Claro, tener un padre del Atlético de Madrid hace huella, sobre todo en la época apoteósica del mandato de Jesús Gil.

Mientras el padre estaba con sus quinielas y sus partidos, su madre jugaba con él. Era quien le castigaba, quien le tomaba la fiebre o le contaba historias y cuentos, incluso, le enseñaba a jugar al fútbol en el pasillo de la casa, paradojas de la vida, o iba a los partidos del colegio para verle; su padre no tenía tiempo.
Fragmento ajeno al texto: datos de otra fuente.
// Package diagnostic describes what can be wrong with a model file: where, of
// which kind, what was expected, and what was probably meant.
//
// It owns the table of error kinds ([Kinds]), the list type that carries all
// errors of a file at once ([List]), their printed form with a caret, and the
// search for a near name ([Nearest]). It knows nothing of the grammar and
// imports the standard library only.
package diagnostic

import (
	"fmt"
	"sort"
	"strings"
)

// Position is a place in a text. Line and Column start at 1; Column and Length
// count code points, not bytes. Length is at least 1 for a place that has an
// extent on its line, and 0 for the end of a line.
type Position struct {
	Line, Column, Length int
}

// Before tells whether p stands before q in the text.
func (p Position) Before(q Position) bool {
	if p.Line != q.Line {
		return p.Line < q.Line
	}
	return p.Column < q.Column
}

// Diagnostic is one error of a model file or of an option that is read in the
// same language. It implements error.
type Diagnostic struct {
	File string // name of the file, or the option such as "--set"
	Position
	Code     Code
	Message  string // what is wrong, naming the object
	Expected string // what would have been right here; may be empty
	Nearest  string // the declared name or word that was probably meant; may be empty
	Text     string // the line of text the position refers to
}

// Headline returns the error without the quoted line: file, line, column,
// message and code.
func (d *Diagnostic) Headline() string {
	return fmt.Sprintf("%s:%d:%d: %s [%s]", d.File, d.Line, d.Column, d.Message, d.Code)
}

// Summary returns message, expectation and suggestion as one line, without
// place and code.
func (d *Diagnostic) Summary() string {
	var b strings.Builder
	b.WriteString(d.Message)
	if d.Expected != "" {
		b.WriteString("; expected ")
		b.WriteString(d.Expected)
	}
	if d.Nearest != "" {
		fmt.Fprintf(&b, "; did you mean %q?", d.Nearest)
	}
	return b.String()
}

// Error returns the full form of the error: the headline, the line with a
// caret under the place, what was expected, and the near name.
func (d *Diagnostic) Error() string {
	var b strings.Builder
	b.WriteString(d.Headline())
	if line, caret := d.excerpt(); line != "" {
		fmt.Fprintf(&b, "\n    %s\n    %s", line, caret)
	}
	if d.Expected != "" {
		fmt.Fprintf(&b, "\n    expected %s", d.Expected)
	}
	if d.Nearest != "" {
		fmt.Fprintf(&b, "\n    did you mean %q?", d.Nearest)
	}
	return b.String()
}

// excerptWidth is the longest quoted line; longer ones are cut around the caret
// so that an error always fits a terminal.
const excerptWidth = 96

// excerpt returns the quoted line, cut to excerptWidth, and the caret line.
func (d *Diagnostic) excerpt() (line, caret string) {
	text := []rune(strings.TrimRight(d.Text, " \t\r\n"))
	for i, r := range text {
		if r < ' ' || r == 0x7f {
			text[i] = ' '
		}
	}
	at := min(max(d.Column-1, 0), len(text))
	length := max(d.Length, 1)
	if strings.TrimSpace(string(text)) == "" {
		return "", ""
	}
	cutLeft, cutRight := 0, len(text)
	if len(text) > excerptWidth {
		cutLeft = max(0, min(at-excerptWidth/3, len(text)-excerptWidth))
		cutRight = min(len(text), cutLeft+excerptWidth)
	}
	shown := string(text[cutLeft:cutRight])
	pad := at - cutLeft
	if cutLeft > 0 {
		shown = "… " + shown
		pad += 2
	}
	if cutRight < len(text) {
		shown += " …"
	}
	length = min(length, max(1, cutRight-at))
	return shown, strings.Repeat(" ", pad) + strings.Repeat("^", length)
}

// List is all errors that were found in one reading, in the order of their
// places. It implements error; a List is returned as an error only when it is
// not empty.
type List []*Diagnostic

// listShown bounds how many errors are printed; the rest is counted.
const listShown = 60

// Error returns all errors in full, one after the other.
func (l List) Error() string {
	if len(l) == 0 {
		return "no errors"
	}
	var b strings.Builder
	for i, d := range l {
		if i == listShown {
			fmt.Fprintf(&b, "\n... and %d more errors", len(l)-listShown)
			break
		}
		if i > 0 {
			b.WriteByte('\n')
		}
		b.WriteString(d.Error())
	}
	return b.String()
}

// Unwrap lets errors.As and errors.Is look at each error of the list.
func (l List) Unwrap() []error {
	errs := make([]error, len(l))
	for i, d := range l {
		errs[i] = d
	}
	return errs
}

// origin tells texts apart: a file by its name, an option by what it says, since
// one option may be given several times.
func (d *Diagnostic) origin() string {
	if strings.HasPrefix(d.File, "--") {
		return d.File + " " + d.Text
	}
	return d.File
}

// Sort orders the list: files before options, each text by line and column.
// Options keep the order in which their errors were found. Repeated errors at
// one place are dropped.
func (l *List) Sort() {
	order := map[string]int{}
	for _, d := range *l {
		if _, ok := order[d.origin()]; !ok {
			order[d.origin()] = len(order)
		}
	}
	sort.SliceStable(*l, func(i, j int) bool {
		a, b := (*l)[i], (*l)[j]
		if x, y := strings.HasPrefix(a.File, "--"), strings.HasPrefix(b.File, "--"); x != y {
			return y
		}
		if a.origin() != b.origin() {
			return order[a.origin()] < order[b.origin()]
		}
		return a.Position.Before(b.Position)
	})
	out := (*l)[:0]
	for i, d := range *l {
		if i > 0 {
			p := out[len(out)-1]
			if p.File == d.File && p.Line == d.Line && p.Column == d.Column && p.Code == d.Code && p.Message == d.Message && p.Text == d.Text {
				continue
			}
		}
		out = append(out, d)
	}
	*l = out
}

// Err returns the list as an error, or nil when it is empty.
func (l List) Err() error {
	if len(l) == 0 {
		return nil
	}
	return l
}
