package multigrid

// relaxRow updates every second cell of a row, from first (0 or 1) on:
// x[i] = b[i] + sum_c coef[c][i]*nb[c][i]. All slices start at the first cell
// of the row; neighbours are displaced views of x.
func relaxRow(x, b []float32, coef, nb [][]float32, first int) {
	n := len(x)
	switch len(coef) {
	case 4:
		b = b[:n]
		c0, c1, c2, c3 := coef[0][:n], coef[1][:n], coef[2][:n], coef[3][:n]
		x0, x1, x2, x3 := nb[0][:n], nb[1][:n], nb[2][:n], nb[3][:n]
		for i := first; i < n; i += 2 {
			x[i] = b[i] + (float32(c0[i]*x0[i]) + float32(c1[i]*x1[i])) + (float32(c2[i]*x2[i]) + float32(c3[i]*x3[i]))
		}
	case 6:
		b = b[:n]
		c0, c1, c2, c3, c4, c5 := coef[0][:n], coef[1][:n], coef[2][:n], coef[3][:n], coef[4][:n], coef[5][:n]
		x0, x1, x2, x3, x4, x5 := nb[0][:n], nb[1][:n], nb[2][:n], nb[3][:n], nb[4][:n], nb[5][:n]
		for i := first; i < n; i += 2 {
			x[i] = b[i] + (float32(c0[i]*x0[i]) + float32(c1[i]*x1[i])) + (float32(c2[i]*x2[i]) + float32(c3[i]*x3[i])) + (float32(c4[i]*x4[i]) + float32(c5[i]*x5[i]))
		}
	default:
		for i := first; i < n; i += 2 {
			s := b[i]
			for c := 0; c+1 < len(coef); c += 2 {
				s += float32(coef[c][i]*nb[c][i]) + float32(coef[c+1][i]*nb[c+1][i])
			}
			x[i] = s
		}
	}
}

// residualRow writes w[i]*(b[i] + sum_c coef[c][i]*nb[c][i] - x[i]).
func residualRow(r, x, b, w []float32, coef, nb [][]float32) {
	n := len(r)
	x, b, w = x[:n], b[:n], w[:n]
	switch len(coef) {
	case 4:
		c0, c1, c2, c3 := coef[0][:n], coef[1][:n], coef[2][:n], coef[3][:n]
		x0, x1, x2, x3 := nb[0][:n], nb[1][:n], nb[2][:n], nb[3][:n]
		for i := range r {
			s := b[i] + (float32(c0[i]*x0[i]) + float32(c1[i]*x1[i])) + (float32(c2[i]*x2[i]) + float32(c3[i]*x3[i]))
			r[i] = float32(w[i] * (s - x[i]))
		}
	case 6:
		c0, c1, c2, c3, c4, c5 := coef[0][:n], coef[1][:n], coef[2][:n], coef[3][:n], coef[4][:n], coef[5][:n]
		x0, x1, x2, x3, x4, x5 := nb[0][:n], nb[1][:n], nb[2][:n], nb[3][:n], nb[4][:n], nb[5][:n]
		for i := range r {
			s := b[i] + (float32(c0[i]*x0[i]) + float32(c1[i]*x1[i])) + (float32(c2[i]*x2[i]) + float32(c3[i]*x3[i])) + (float32(c4[i]*x4[i]) + float32(c5[i]*x5[i]))
			r[i] = float32(w[i] * (s - x[i]))
		}
	default:
		for i := range r {
			s := b[i]
			for c := 0; c+1 < len(coef); c += 2 {
				s += float32(coef[c][i]*nb[c][i]) + float32(coef[c+1][i]*nb[c+1][i])
			}
			r[i] = float32(w[i] * (s - x[i]))
		}
	}
}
Su madre era una supermujer, compartía todo esto con múltiples acciones para la comunidad y siempre se la oía, “si tu padre es feliz así déjalo, es un buen hombre”.

Su madre trabajaba en un banco y a partir de las tres de la tarde se dedicaba por completo a su familia y a la comunidad, perteneciendo a varias ONG’s donde trabajaba como voluntaria. En ese ambiente nació y creció Pedro, para él el mejor del mundo, solo que ahora no lo tenía tan claro.

A menos de tres kilómetros de donde estaba acostado Pedro, Natalia tampoco dejaba de pensar en él, seguía dándose cuenta de que, cuando se fue de la casa donde vivían, algo dentro de ella le decía que necesitaba que él diera un paso adelante para que la rotura no fuese total. Sabía que el modo en que había decidido terminar era un tanto vengativo e infantil... pasó de tener una noche de pasión a recoger las cosas por la mañana y marcharse sin decir nada. Y en esa dualidad esperaba que Pedro luchara, no sabía muy bien para qué, pero la angustia la envolvía cuando imaginaba que no lo volvería a ver. Por ello, cuando apareció Escarabajo en el hospital cinco días después, su deseo se cumplió. Entró en una tranquilidad un tanto extraña, esquizofrénica, podía seguir relacionándose, aunque fuera a distancia, con la parte que la hacía feliz de Pedro, pero que no le secuestraba su identidad. Se fue conformando con los comentarios de los equipos que convivían con Escarabajo, con lo que este era capaz de conseguir con niños que estaban muy tristes, con cómo los pacientes necesitaban menos medicación y aceptaban mejor los estudios y las prácticas que precisaban cuando Escarabajo había estado con ellos. Sin duda, Escarabajo llevó muy buena vibración al hospital y para ella era como si pudiera tener cerca esa parte que no quería perder de Pedro. Como buena gallega, Natalia dejó que el tiempo eligiera el destino y no dio ningún paso para acercarse a Pedro, por lo menos para indicarle los motivos de su decisión. Las veces que veía a Escarabajo, notaba cómo Pedro desde dentro del disfraz la decía con la mirada “¿Qué ha pasado?, ¿Por qué no estás en casa?” Pero no podía hacer otra cosa que seguir con sus pacientes, las sesiones clínicas y todas sus ocupaciones. Todo muy irracional, como las cosas del amor.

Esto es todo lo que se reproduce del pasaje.